4. Histochemische Färbung der Aktivität der alkalischen Phosphatase in Gefrierschnitten der Sinusschleimhaut.

   Frisch präparierte Sinusschleimhaut wurde in Phosphat-gepufferter Kochsalzlösung (PBS) gewaschen, in Stücke von etwa 5 × 5 mm geschnitten, in eine Gewebeverbindung mit optimaler Schnitttemperatur (OCT-Verbindung; Miles Laboratories, USA) eingebettet und bei –80°C gelagert. Gefrorene Schnitte (7 mm), montiert auf Poly-D-Lysin-beschichteten Objektträgern, wurden mit eiskaltem Aceton für 1 min fixiert und an der Luft trocknen gelassen. Die Objektträger wurden mit PBS gewaschen und anschließend mit der Substratlösung für alkalische Phosphatase-Aktivität, enthaltend 4 mg Naphtholphosphat in 0,15 ml N,N0-Dimethylformamid und 12 mg Echtblausalz (Sigma, St. Louis, USA) in 15 inkubiert ml Tris-Chlorwasserstoff (pH 9,6). Nach dem Spülen mit destilliertem Wasser wurden die Objektträger mit Hämatoxylin-Eosin gegengefärbt, in wasserlösliches Harz eingebettet und fotografiert.

5. Immunhistochemische Bestimmung von STRO-1-positiven Zellen in gefrorenen Schleimhautschnitten.

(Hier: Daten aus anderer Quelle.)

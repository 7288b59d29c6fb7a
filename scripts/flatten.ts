/**
 * Command-line flattener:
 *   npm run flatten -- MESH [--seams SEAMS.json] [--units mm|cm|m|in] [--out-units mm|cm|m|in]
 *     [--scale F | --target-width LEN [--target-axis x|y|z|largest]] [--thickness LEN --scan-face outer|inner] [--k K]
 *     [--tick-spacing LEN] [--mirror AXIS[=OFFSET]] [--face-budget N] [--json OUT.json | --json -]
 *     [--pdf OUT.pdf [--paper letter|a4|a3|tabloid|full]] [--svg OUT.svg] [--material ID]
 *
 * Prints a short summary (stderr when the JSON goes to stdout) and writes the full FlattenReport with timing.
 * Exit 0 for a valid mesh (pieces that cannot be flattened are only reported), 2 for bad arguments, 1 for a file that
 * cannot be read or a mesh/seam/option error; always one line on stderr, never a stack trace.
 */
import { readFile, writeFile } from "node:fs/promises";
import { parseArgs } from "node:util";
import { z } from "zod";
import { isGeometryError } from "@/lib/geometry/errors";
import { LENGTH_UNITS, type LengthUnit } from "@/lib/geometry/mesh";
import { readMesh } from "@/lib/geometry/intake/read-mesh";
import { parseSeamsJson, resolveSeams } from "@/lib/geometry/seams/parse-seams";
import { flattenMesh, type PipelineReport } from "@/lib/geometry/pipeline/flatten-mesh";
import { parseFlattenOptions, type FlattenOptionsInput } from "@/lib/geometry/pipeline/flatten-options";
import { MM_PER_UNIT } from "@/lib/geometry/mesh";
import { renderPatternPdf, renderPatternSvg } from "@/lib/patterns";
import { PAPER_IDS, type PaperId } from "@/lib/patterns/paper-sizes";
import { patternDocumentInput } from "@/lib/patterns-store/document-input";

class UsageError extends Error {}

const unitEnum = z.enum(LENGTH_UNITS as unknown as [LengthUnit, ...LengthUnit[]]);
const numberText = (what: string) =>
  z.string().trim().regex(/^[+-]?(\d+(\.\d*)?|\.\d+)(e[+-]?\d+)?$/i, `${what} must be a number`).transform(Number);

const argsSchema = z
  .object({
    mesh: z.string().min(1),
    seams: z.string().min(1).optional(),
    units: unitEnum.default("mm"),
    "out-units": unitEnum.optional(),
    scale: numberText("--scale").pipe(z.number().positive("--scale must be positive")).optional(),
    "target-width": z.string().min(1).optional(),
    "target-axis": z.enum(["x", "y", "z", "largest"]).optional(),
    thickness: z.string().min(1).optional(),
    "scan-face": z.enum(["outer", "inner"]).optional(),
    k: numberText("--k").pipe(z.number().min(0, "--k must be between 0 and 1").max(1, "--k must be between 0 and 1")).optional(),
    "tick-spacing": z.string().min(1).optional(),
    mirror: z.string().regex(/^[xyz](=[+-]?(\d+(\.\d*)?|\.\d+)(e[+-]?\d+)?)?$/i, "--mirror must be x, y or z, optionally =OFFSET (e.g. x=0)").optional(),
    "face-budget": numberText("--face-budget").pipe(z.number().int("--face-budget must be a whole number").positive()).optional(),
    json: z.string().min(1).optional(),
    pdf: z.string().min(1).optional(),
    svg: z.string().min(1).optional(),
    paper: z.enum(PAPER_IDS as unknown as [PaperId, ...PaperId[]], { message: `expected one of ${PAPER_IDS.join(", ")}` }).optional(),
    material: z.string().trim().min(1).max(80).optional(),
  })
  .refine((a) => !(a.scale !== undefined && a["target-width"] !== undefined), { message: "use either --scale or --target-width, not both" })
  .refine((a) => a["scan-face"] === undefined || a.thickness !== undefined, { message: "--scan-face needs --thickness" })
  .refine((a) => a.paper === undefined || a.pdf !== undefined, { message: "--paper needs --pdf" })
  .refine((a) => (a.pdf === undefined && a.svg === undefined) || a.thickness !== undefined, {
    message: "--pdf and --svg need --thickness (the foam thickness is printed on the pattern)",
  });

type CliArgs = z.output<typeof argsSchema>;

function parseCli(argv: string[]): CliArgs {
  let parsed;
  try {
    parsed = parseArgs({
      args: argv,
      allowPositionals: true,
      strict: true,
      options: {
        seams: { type: "string" },
        units: { type: "string" },
        "out-units": { type: "string" },
        scale: { type: "string" },
        "target-width": { type: "string" },
        "target-axis": { type: "string" },
        thickness: { type: "string" },
        "scan-face": { type: "string" },
        k: { type: "string" },
        "tick-spacing": { type: "string" },
        mirror: { type: "string" },
        "face-budget": { type: "string" },
        json: { type: "string" },
        pdf: { type: "string" },
        svg: { type: "string" },
        paper: { type: "string" },
        material: { type: "string" },
        help: { type: "boolean", short: "h" },
      },
    });
  } catch (e) {
    // node's message continues with advice about "--"; the first sentence is the point
    const first = (e as Error).message.split("\n")[0];
    throw new UsageError(first.replace(/^(Unknown option '[^']*')\..*$/, "$1"));
  }
  if (parsed.values.help) throw new UsageError("help");
  if (parsed.positionals.length !== 1) {
    throw new UsageError(parsed.positionals.length === 0 ? "missing MESH (an .obj or .stl file)" : `expected one MESH file, got ${parsed.positionals.length}: ${parsed.positionals.join(" ")}`);
  }
  const { help: _help, ...values } = parsed.values;
  const r = argsSchema.safeParse({ mesh: parsed.positionals[0], ...values });
  if (!r.success) {
    const issue = r.error.issues[0];
    const field = issue.path.length ? `--${String(issue.path[0])}` : "arguments";
    throw new UsageError(issue.message.startsWith("--") || issue.path.length === 0 ? issue.message : `${field}: ${issue.message}`);
  }
  return r.data;
}

const USAGE =
  "usage: npm run flatten -- MESH [--seams SEAMS.json] [--units mm|cm|m|in] [--out-units U] [--scale F | --target-width LEN] " +
  "[--thickness LEN --scan-face outer|inner] [--k K] [--tick-spacing LEN] [--mirror x=0] [--face-budget N] [--json OUT.json|-] " +
  "[--pdf OUT.pdf [--paper letter|a4|a3|tabloid|full]] [--svg OUT.svg] [--material eva|eva-hd|craft-foam|upholstery-foam|pe-foam]";

async function readInput(path: string, what: string): Promise<Buffer> {
  try {
    return await readFile(path);
  } catch (e) {
    const code = (e as NodeJS.ErrnoException).code;
    const why = code === "ENOENT" ? "no such file" : code === "EISDIR" ? "it is a folder" : code === "EACCES" ? "permission denied" : (e as Error).message;
    throw new InputError(`Cannot read the ${what} ${path}: ${why}.`);
  }
}

class InputError extends Error {}

function summary(report: PipelineReport, meshPath: string): string {
  const u = report.units;
  const lines: string[] = [];
  const m = report.mesh;
  lines.push(`${meshPath}: ${m.format}, ${m.faces} faces, ${m.vertices} vertices, ${m.components} part${m.components === 1 ? "" : "s"}`);
  lines.push(
    `scale ×${report.scale.factor.toPrecision(4)} (${report.scale.percent} %), ` +
      (report.surface.kind === "neutral"
        ? `neutral surface of ${report.surface.thickness} ${u} foam (${report.surface.scanFace} face scanned, K ${report.surface.k})`
        : "scanned surface (no thickness)"),
  );
  const rows = [["piece", "faces", `area ${u}²`, "max stretch", "p95 stretch", "bevel runs", "cut"]];
  for (const p of report.pieces) {
    const kinds = { ridge: 0, valley: 0, straight: 0 };
    for (const b of p.bevels) kinds[b.kind]++;
    const runs = p.bevels.length === 0 ? "0" : `${p.bevels.length} (${kinds.ridge} ridge, ${kinds.valley} valley, ${kinds.straight} straight)`;
    rows.push([
      p.label,
      String(p.faces),
      String(Number((p.flattenable ? p.area2d : p.area3d).toPrecision(5))),
      p.metrics ? `${(p.metrics.maxStretch * 100).toFixed(2)} %` : "not flat",
      p.metrics ? `${(p.metrics.p95Stretch * 100).toFixed(2)} %` : "-",
      runs,
      p.flattenable ? (p.mirrored ? `${p.count} (1 mirrored)` : String(p.count)) : "-",
    ]);
  }
  const widths = rows[0].map((_, c) => Math.max(...rows.map((r) => r[c].length)));
  for (const r of rows) lines.push(r.map((cell, c) => (c === 0 || c === 5 ? cell.padEnd(widths[c]) : cell.padStart(widths[c]))).join("  ").trimEnd());
  for (const w of report.warnings) lines.push(`warning: ${w}`);
  lines.push(`parse ${report.timing.parseMs.toFixed(0)} ms, flatten ${report.timing.flattenMs.toFixed(0)} ms, total ${report.timing.totalMs.toFixed(0)} ms`);
  return lines.join("\n") + "\n";
}

async function main(): Promise<number> {
  const t0 = performance.now();
  const args = parseCli(process.argv.slice(2));
  const bytes = await readInput(args.mesh, "mesh file");
  const seamText = args.seams ? (await readInput(args.seams, "seam file")).toString("utf8") : null;
  const intake = await readMesh(new Uint8Array(bytes.buffer, bytes.byteOffset, bytes.byteLength), { units: args.units, faceBudget: args["face-budget"] });
  const seams = seamText === null ? new Uint32Array(0) : resolveSeams(parseSeamsJson(seamText), intake);
  const parseMs = performance.now() - t0;

  let mirror: FlattenOptionsInput["mirror"] = null;
  if (args.mirror) {
    const [axis, offset] = args.mirror.toLowerCase().split("=");
    mirror = { axis: axis as "x" | "y" | "z", offset: offset === undefined ? 0 : Number(offset) };
  }
  const opts = parseFlattenOptions({
    units: args["out-units"] ?? args.units,
    scale: args.scale,
    targetWidth: args["target-width"],
    targetAxis: args["target-axis"],
    thickness: args.thickness,
    scanFace: args["scan-face"],
    k: args.k,
    tickSpacing: args["tick-spacing"],
    mirror,
  } satisfies FlattenOptionsInput);
  const result = flattenMesh(intake, seams, opts);
  const report = result.report;
  report.timing = { parseMs, flattenMs: report.timing.flattenMs, totalMs: performance.now() - t0 };

  const toStdout = args.json === "-";
  (toStdout ? process.stderr : process.stdout).write(summary(report, args.mesh));
  if (args.json) {
    const text = JSON.stringify(report, null, 1) + "\n";
    if (toStdout) process.stdout.write(text);
    else {
      try {
        await writeFile(args.json, text);
      } catch (e) {
        throw new InputError(`Cannot write the report to ${args.json}: ${(e as NodeJS.ErrnoException).code ?? (e as Error).message}.`);
      }
    }
  }
  if (args.pdf || args.svg) {
    // the same documents the worker stores for a pattern (lib/patterns via patternDocumentInput)
    const name = args.mesh.replace(/^.*[\\/]/, "");
    const input = patternDocumentInput(report, result.facePiece, intake.mesh, {
      projectName: name.replace(/\.[^.]+$/, ""),
      scanName: name,
      material: args.material ?? "eva",
      thicknessMm: report.surface.thickness * MM_PER_UNIT[report.units],
      createdAt: new Date(),
    });
    const out = toStdout ? process.stderr : process.stdout;
    if (args.pdf) {
      await writeOutput(args.pdf, await renderPatternPdf(input, { paper: args.paper ?? "letter" }));
      out.write(`wrote ${args.pdf}\n`);
    }
    if (args.svg) {
      await writeOutput(args.svg, renderPatternSvg(input));
      out.write(`wrote ${args.svg}\n`);
    }
  }
  return 0;
}

async function writeOutput(file: string, data: string | Uint8Array): Promise<void> {
  try {
    await writeFile(file, data);
  } catch (e) {
    throw new InputError(`Cannot write ${file}: ${(e as NodeJS.ErrnoException).code ?? (e as Error).message}.`);
  }
}

main().then(
  (code) => {
    process.exitCode = code;
  },
  (e: unknown) => {
    if (e instanceof UsageError) {
      process.stderr.write(e.message === "help" ? `${USAGE}\n` : `flatten: ${e.message} (see --help)\n`);
      process.exitCode = e.message === "help" ? 0 : 2;
    } else if (e instanceof InputError || isGeometryError(e)) {
      process.stderr.write(`flatten: ${(e as Error).message}\n`);
      process.exitCode = 1;
    } else {
      process.stderr.write(`flatten: unexpected error: ${e instanceof Error ? e.message : String(e)}\n`);
      process.exitCode = 70;
    }
  },
);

Gefrorene Schnitte (7 mm) wurden mit kaltem Aceton für 1 min fixiert und in PBS gewaschen. Die Objektträger wurden 15 Minuten lang in PBS mit 0,3 % Wasserstoffperoxid gegeben, um endogene Peroxidase zu quenchen, gewaschen und mit 2 % Rinderserumalbumin in PBS 1 Stunde lang bei Raumtemperatur blockiert. Die Schnitte wurden mit einer 1:50-Verdünnung des STRO-1-Antikörpers (monoklonaler Maus-Antikörper, IgM-Subklasse; Developmental Studies Hybridoma Bank, University of Iowa, USA) in Blockierungslösung über Nacht bei 41 °C inkubiert. Zum Nachweis von STRO-1- positive Zellen wurden die Objektträger jeweils mit einem biotinylierten Ziegen-anti-Maus-Immunglobulin M (IgM) (1 : 100, An der Grub, Wien, Österreich) und einem Streptavidin-Peroxidase-Konjugat (BioFX Laboratories, Inc., MD, USA) inkubiert 45 min bei Zimmertemperatur. Der Peroxidase enthaltende Komplex wurde durch Diaminobenzidin-Substrat (Dako, Glostrup, Dänemark) sichtbar gemacht und mit Hämatoxylin gegengefärbt. Die Schnitte wurden in wasserlösliches Harz eingebettet und fotografiert.